Tutukluluğa devam kararı
Ara kararını kararını açıklayan mahkeme heyeti, Fincancı’nın tutukluğunun devamına hükmetti.
Duruşma 29 Aralık Perşembe gününe ertelendi.

Duruşma öncesi
Sivil toplum örgütleri ve siyasi parti temsilcilerinin duruşma öncesi açıklama yapacağı Çağlayan Adliyesi önündeki alan polis tarafından kapatıldı. Bu nedenle açıklama adliyenin yakınındaki metro durağı çıkışında gerçekleştirildi.

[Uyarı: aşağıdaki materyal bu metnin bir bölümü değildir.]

//! The equations of one equilibrium, as numbers only: what goes into the solver.
//!
//! Component `j` has the unknown `x_j = ln {component j}`; species `i` then has
//! `ln {i} = ln_k_i + Σ_j coefficient_ij · x_j`. Each component brings one row,
//! `Σ_i coefficient_ij · c_i = total_j + Σ_k supply_kj · n_k`, with `n_k` the unknown
//! amounts of the fixed phases. The row of the proton holds the charge balance:
//! its total is `−Σ z_j total_j` over the other components.

use std::sync::Arc;

use num_rational::Rational64;

use crate::chemistry::activity::{ActivityKind, ActivityModel};
use crate::chemistry::interaction::Interaction;

/// An exact row over the components: (index, coefficient), by rising index, no zeros.
pub type Row = Vec<(usize, Rational64)>;

/// Component numbers in rows must be below `totals.len()`.
#[derive(Clone, Debug, PartialEq)]
pub struct System {
    /// Dissolved species, free components among them (coefficient one on themselves).
    pub species: Vec<Species>,
    /// Total of each component, mol per litre or kilogram. Zero means that every
    /// species which needs this component is absent. For the proton and the electron
    /// it may have either sign.
    pub totals: Vec<f64>,
    pub fixed: Vec<Fixed>,
    /// Solids that form if they would be supersaturated. [`super::solve::solve`] takes no
    /// notice of them; [`super::phases::equilibrate`] finds which are there.
    pub candidates: Vec<Candidate>,
    pub activity: Activity,
    pub ionic_strength: IonicStrength,
}

/// What activity coefficients are taken from.
#[derive(Clone, Debug, PartialEq)]
pub enum Activity {
    /// The ionic strength alone; water has activity one.
    ByIonicStrength(ActivityModel),
    /// The molality of every species, in the order of [`System::species`]; the activity of
    /// water comes with it. A given ionic strength has no say.
    ByComposition(Arc<Interaction>),
}

impl Activity {
    /// Whether all coefficients are one.
    pub fn is_ideal(&self) -> bool {
        matches!(self, Activity::ByIonicStrength(model) if model.kind == ActivityKind::Ideal)
    }

    /// The model, where the ionic strength is all that it asks for.
    pub fn by_ionic_strength(&self) -> Option<&ActivityModel> {
        match self {
            Activity::ByIonicStrength(model) => Some(model),
            Activity::ByComposition(_) => None,
        }
    }
}

impl From<ActivityModel> for Activity {
    fn from(model: ActivityModel) -> Self {
        Activity::ByIonicStrength(model)
    }
}

#[derive(Clone, Debug, PartialEq)]
pub struct Species {
    pub row: Row,
    /// Natural logarithm of the formation constant from the components and water.
    pub ln_k: f64,
    /// Molecules of water that its formation takes up, less those set free. Counts where
    /// the activity of water is not one.
    pub water: f64,
    pub charge: i32,
    /// Ion size for the extended Debye–Hückel model, in ångström.
    pub ion_size: f64,
}

/// A held value: it fixes `Σ row · x` and brings an unknown amount of itself.
#[derive(Clone, Debug, PartialEq)]
pub struct Fixed {
    pub row: Row,
    /// The value of `Σ row · x`, ln constant of the phase already taken off.
    pub ln_value: f64,
    /// As [`Species::water`]: `Σ row · x` is less by so many ln activity of water.
    pub water: f64,
    /// Where a concentration and not an activity is held: the species. Then `Σ row · x` is
    /// `ln_value` plus its ln γ.
    pub concentration_of: Option<usize>,
    /// What one mole of it brings to each component's row. Equal to `row` but for a
    /// charged species, whose charge the proton's row must not gain.
    pub supply: Row,
}

/// A solid that is there only where the solution would be supersaturated without it.
#[derive(Clone, Debug, PartialEq)]
pub struct Candidate {
    /// What it is made of; a mole of it that forms takes this away.
    pub row: Row,
    /// The value of `Σ row · x` at saturation: less the ln of its formation constant.
    pub ln_value: f64,
    /// As of [`Fixed`].
    pub water: f64,
}

impl Candidate {
    /// The solid where it is there: a held phase of unknown amount.
    pub fn held(&self) -> Fixed {
        let Candidate { row, ln_value, water } = self;
        let (row, supply) = (row.clone(), row.clone());
        Fixed { row, ln_value: *ln_value, water: *water, concentration_of: None, supply }
    }
}

#[derive(Clone, Copy, Debug, PartialEq)]
pub enum IonicStrength {
    Computed,
    /// mol per litre or kilogram.
    Given(f64),
}

/// The solved state.
#[derive(Clone, Debug, PartialEq)]
pub struct Answer {
    /// ln activity of each component; minus infinity where it is absent, or where no
    /// species that is present tells it (the electron when nothing is oxidised).
    pub ln_components: Vec<f64>,
    /// Of each species, mol per litre or kilogram.
    pub concentrations: Vec<f64>,
    pub ln_gammas: Vec<f64>,
    /// ln activity of water; zero where the model leaves it at one.
    pub ln_water: f64,
    pub ionic_strength: f64,
    /// Of each fixed phase: what it brought (positive) or took away.
    pub amounts: Vec<f64>,
    /// Worst row residual over the sum of the row's absolute terms, in the rows as given.
    pub residual: f64,
    pub iterations: u32,
}

impl Answer {
    /// −log10 of the activity of the proton, which is component 0.
    pub fn ph(&self) -> f64 {
        self.ln_components.first().map_or(f64::NAN, |ln| -ln / std::f64::consts::LN_10)
    }
}

#[derive(Clone, Debug, PartialEq)]
pub enum Failure {
    /// No state meets this component's row: proven, not merely not found.
    Infeasible {
        component: usize,
    },
    /// Two rows or held values that depend on one another.
    Dependent {
        components: Vec<usize>,
        fixed: Vec<usize>,
    },
    /// This candidate stays supersaturated however much of it forms: the held phases, by
    /// their index, make up for whatever it takes.
    Endless {
        candidate: usize,
        fixed: Vec<usize>,
    },
    NotConverged {
        residual: f64,
        iterations: u32,
    },
    Cancelled,
}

Fincancı’nın serbest bırakılması çağrısı yapılan açıklamada “Birçok sağlık sorunu nedeniyle uçak ile getirilmesi için her türlü hukuki girişimlerimize rağmen Prof. Dr. Şebnem Korur Fincancı’nın bir minibüs ile elleri kelepçeli olarak saatlerce süren bir yolculukla Ankara’dan İstanbul’a getirildiği öğrendik. Bir bilim insanın bu şekilde bir muameleye işkenceye tabi tutulmasını şiddetle kınıyoruz” ifadeleri kullanıldı.

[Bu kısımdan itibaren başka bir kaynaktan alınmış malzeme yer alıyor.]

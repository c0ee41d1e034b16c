//! From a resolved problem to the numbers that the solver takes.
//!
//! Components and held values keep the order that the problem has them in, solids in excess
//! stand behind the held values, and those that may form are the candidates, each in the
//! order written; species are the rows of its stoichiometry.

use std::f64::consts::LN_10;
use std::sync::Arc;

use num_rational::Rational64;
use num_traits::{One, ToPrimitive};

use super::system::{Activity, Candidate, Fixed, IonicStrength, Row, Species, System};
use crate::chemistry::activity::{ActivityKind, ActivityModel};
use crate::chemistry::interaction::Interaction;
use crate::chemistry::ion_size::ion_size;
use crate::problem::curve::Sweep;
use crate::problem::model::{Held, HeldWhat, Presence, Problem, Solid};
use crate::problem::scope::{PROTON, WATER};

/// Per litre, or kilogram of water, of the mixture.
pub fn system(problem: &Problem) -> System {
    let scope = &problem.scope;
    let species = scope
        .stoichiometry
        .species
        .iter()
        .zip(&scope.dissolved)
        .map(|(row, &s)| Species {
            row: row.row.clone(),
            ln_k: ln_formation(problem, s),
            water: water_taken(problem, s),
            charge: row.charge,
            // The table is only asked where the model takes sizes.
            ion_size: match problem.activity {
                ActivityKind::ExtendedDebyeHuckel => ion_size(&scope.species[s]).angstrom,
                _ => 0.0,
            },
        })
        .collect();
    let mut given = vec![0.0; problem.amounts.len()];
    totals(problem, &mut given);
    let held = problem.held.iter().filter_map(|held| fixed(problem, held));
    let excess = problem
        .solids_that_are(Presence::Excess)
        .filter_map(|solid| Some(candidate(problem, solid)?.held()));
    System {
        species,
        totals: given,
        fixed: held.chain(excess).collect(),
        candidates: problem
            .solids_that_are(Presence::Forms)
            .filter_map(|solid| candidate(problem, solid))
            .collect(),
        activity: activity_at(problem, problem.kelvin),
        ionic_strength: match problem.ionic_strength {
            Some(value) => IonicStrength::Given(value),
            None => IonicStrength::Computed,
        },
    }
}

/// The problem's activity model at a temperature.
pub(super) fn activity_at(problem: &Problem, kelvin: f64) -> Activity {
    match problem.activity {
        ActivityKind::Pitzer => {
            let species = &problem.scope.species;
            let dissolved = problem.scope.dissolved.iter().map(|&s| species[s].as_ref());
            Activity::ByComposition(Arc::new(Interaction::new(dissolved, kelvin)))
        }
        kind => ActivityModel::new(kind, kelvin).into(),
    }
}

/// Molecules of water that the formation of a species from the components takes up; zero
/// where the model leaves the activity of water at one.
pub fn water_taken(problem: &Problem, species: usize) -> f64 {
    if problem.activity != ActivityKind::Pitzer {
        return 0.0;
    }
    let scope = &problem.scope;
    let Some(made) = scope.belonging.made[species].as_ref() else { return 0.0 };
    let water = &scope.species[WATER];
    let of_reaction = |r: usize| -> Rational64 {
        let participants = scope.reactions[r].participants.iter();
        participants.filter(|p| p.formula == *water).map(|p| p.coefficient).sum()
    };
    let sum: Rational64 = made.combination.iter().map(|&(r, by)| -by * of_reaction(r)).sum();
    sum.to_f64().unwrap_or(0.0)
}

/// Brings the numbers of a system up to those of its problem, of which nothing but `moved`
/// is another than when it was built.
pub fn renew(system: &mut System, problem: &Problem, moved: Sweep) {
    let solids = problem.solids.len() - system.candidates.len();
    if system.fixed.len() != problem.held.len() + solids {
        *system = self::system(problem);
        return;
    }
    totals(problem, &mut system.totals);
    if matches!(moved, Sweep::Temperature | Sweep::Blend(_)) {
        for (species, &s) in system.species.iter_mut().zip(&problem.scope.dissolved) {
            species.ln_k = ln_formation(problem, s);
        }
        system.activity = activity_at(problem, problem.kelvin);
        let (fixed, solids) = (&mut system.fixed[problem.held.len()..], &problem.solids);
        let excess = solids.iter().filter(|solid| solid.presence == Presence::Excess);
        for (fixed, solid) in fixed.iter_mut().zip(excess) {
            fixed.ln_value = -ln_formation(problem, solid.species);
        }
        let forming = solids.iter().filter(|solid| solid.presence == Presence::Forms);
        for (candidate, solid) in system.candidates.iter_mut().zip(forming) {
            candidate.ln_value = -ln_formation(problem, solid.species);
        }
    }
    for (fixed, held) in system.fixed.iter_mut().zip(&problem.held) {
        fixed.ln_value = ln_value(problem, held);
    }
}

/// The total of each component, and the charge balance in the place of the proton's.
fn totals(problem: &Problem, totals: &mut [f64]) {
    let dilution = problem.dilution();
    for (total, amount) in totals.iter_mut().zip(&problem.amounts) {
        *total = amount.total.unwrap_or(0.0) / dilution;
    }
    totals[PROTON] = -(1..totals.len())
        .map(|j| f64::from(problem.scope.components[j].formula.charge) * totals[j])
        .sum::<f64>();
    // An analysis whose pH was held brings the charge that it leaves open.
    totals[PROTON] += problem.blend.as_ref().map_or(0.0, |blend| blend.charge());
}

/// The value of `Σ row · x` that a held value sets, its activity coefficient left out.
fn ln_value(problem: &Problem, held: &Held) -> f64 {
    match held.what {
        HeldWhat::Ph(value) | HeldWhat::Pe(value) => -value * LN_10,
        HeldWhat::Pressure { species, atm: value }
        | HeldWhat::Activity { species, value }
        | HeldWhat::Concentration { species, value } => value.ln() - ln_formation(problem, species),
    }
}

/// ln of the formation constant of a species of the scope from the components; zero for
/// one that does not belong.
pub fn ln_formation(problem: &Problem, species: usize) -> f64 {
    let made = problem.scope.belonging.made[species].as_ref();
    made.map_or(0.0, |made| LN_10 * made.log_beta(|r| problem.log_k[r]))
}

/// A solid with activity one.
fn candidate(problem: &Problem, solid: &Solid) -> Option<Candidate> {
    let made = problem.scope.belonging.made[solid.species].as_ref()?;
    let ln_value = -ln_formation(problem, solid.species);
    let water = water_taken(problem, solid.species);
    Some(Candidate { row: made.row.clone(), ln_value, water })
}

fn fixed(problem: &Problem, held: &Held) -> Option<Fixed> {
    let scope = &problem.scope;
    let row_of = |species: usize| -> Option<Row> {
        Some(scope.belonging.made[species].as_ref()?.row.clone())
    };
    let single = |j: usize| vec![(j, Rational64::one())];
    let mut concentration_of = None;
    let (row, supply) = match held.what {
        HeldWhat::Ph(_) => (single(PROTON), single(PROTON)),
        HeldWhat::Pe(_) => {
            let electron = scope.component("e-")?;
            (single(electron), supply(problem, electron))
        }
        HeldWhat::Pressure { species, .. } => (row_of(species)?, row_of(species)?),
        HeldWhat::Activity { species, .. } => (row_of(species)?, supply(problem, held.releases?)),
        HeldWhat::Concentration { species, .. } => {
            concentration_of = Some(scope.row_of(species)?);
            (row_of(species)?, supply(problem, held.releases?))
        }
    };
    let water = match held.what {
        HeldWhat::Ph(_) | HeldWhat::Pe(_) => 0.0,
        HeldWhat::Pressure { species, .. }
        | HeldWhat::Activity { species, .. }
        | HeldWhat::Concentration { species, .. } => water_taken(problem, species),
    };
    Some(Fixed { row, ln_value: ln_value(problem, held), water, concentration_of, supply })
}

/// One mole more of a component's total, with what that means for the charge balance.
fn supply(problem: &Problem, component: usize) -> Row {
    let charge = problem.scope.components[component].formula.charge;
    let own = (component, Rational64::one());
    if charge == 0 {
        vec![own]
    } else {
        vec![(PROTON, Rational64::from_integer(-i64::from(charge))), own]
    }
}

Fincancı Davası | Duruşma öncesi Gazete Karınca'ya konuşan HDP Mv. @zuleyhagulum: TTB susmayacak; Şebnem Hoca hiç susmadı, susmayacak; bugün O'nu alıp çıkmayı bekliyoruz
📍Çağlayan, İstanbul pic.twitter.com/NwTSbWMVmh
— Gazete Karınca (@GazeteKarinca) December 23, 2022
Ne olmuştu?
TTB Başkanı Şebnem Korur Fincancı, Türk Silahlı Kuvvetleri’nin sınır ötesi askeri operasyonlarda kimyasal silah kullandığına yönelik iddiaların araştırılması gerektiğini söylemiş, ardından iktidara yakın medya tarafından hedef gösterilmişti.
Sosyal medyada da hedef gösterilen Fincancı’ya jet hızıyla soruşturma açılmıştı. Ankara Cumhuriyet Başsavcılığı’nın, soruşturmayı ‘örgüt propagandası yapmak’ ve ‘Türk milletini, Türkiye Cumhuriyeti Devleti’ni, devletin kurum ve organlarını aşağılama’ suçlarından başlattığı belirtilmişti.
Fincancı, “Ben bu değerlendirmeleri TTB Başkanı olarak değil, bir Adli Tıp uzmanı olarak yapıyorum. Bir kimyasal etkisi olabilir. ‘Sinir sistemini etkileyen o istemsiz hareketler nedeniyle bunun araştırılması gerekir’ diyorum. Yani görüntülerde bunu söylemek olanaklı değildir diyorum canlı yayında” demiş, hakkında açılan soruşturma için de “Bu gözdağıdır, ben uzman olarak görüşümü açıklamayla devam edeceğim” yorumunu yapmıştı.
Soruşturma açılmasının hemen ardından AKP Genel Başkanı ve Cumhurbaşkanı Recep Tayyip Erdoğan, Şebnem Korur Fincancı ile ilgili yargının harekete geçtiğini söylemişti. Yasal düzenleme ile kurumun adının değiştirilebileceğini de söyleyen Erdoğan, “Sınır ötesi operasyonlara iftira atan Tabipler Birliği Başkanı ile ilgili yargı harekete geçmiştir. Gerekirse yasal düzenlemeyle bu ismin de değiştirilmesini sağlayacağız. Terör örgütü destekçilerini buralardan temizleyerek bu yapıları kuruluş amaçlarına uygun faaliyetlere yoğunlaştırmakta kararlıyız” ifadelerini kullanmıştı.
AKP ile birlikte Cumhur İttifakı’nı oluşturan MHP’nin lideri Devlet Bahçeli de TTB’nin kapatılması çağrısını yineleyerek, Şebnem Korur Fincancı’nın vatandaşlıktan çıkarılmasını istemişti.
Hedef gösterilen TTB Başkanı Fincancı, 26 Ekim’de İstanbul’da gözaltına alınarak Ankara’ya götürülmüştü. 27 Ekim’de mahkemeye çıkarılan Fincancı, ‘örgüt propagandası yapmak’ iddiasıyla tutuklanmıştı.
Diğer yandan Adalet Bakanı Bekir Bozdağ ise Türk Tabipleri Birliği ile mimar ve mühendisler odalarıyla ilgili mevzuat çalışması başlatıldığı açıklamıştı.
Bu açıklamadan kısa bir süre sonra da Ankara Cumhuriyet Başsavcılığı, Türk Tabipleri Birliği (TTB) Merkez Konseyi Başkanlığı üyeleri ile tutuklu TTB Merkez Konseyi Başkanı Prof. Dr. Şebnem Korur Fincancı’nın görevlerine son verilmesi ve bu görevlere yeni isimlerin atanması istemiyle davaname hazırlamıştı.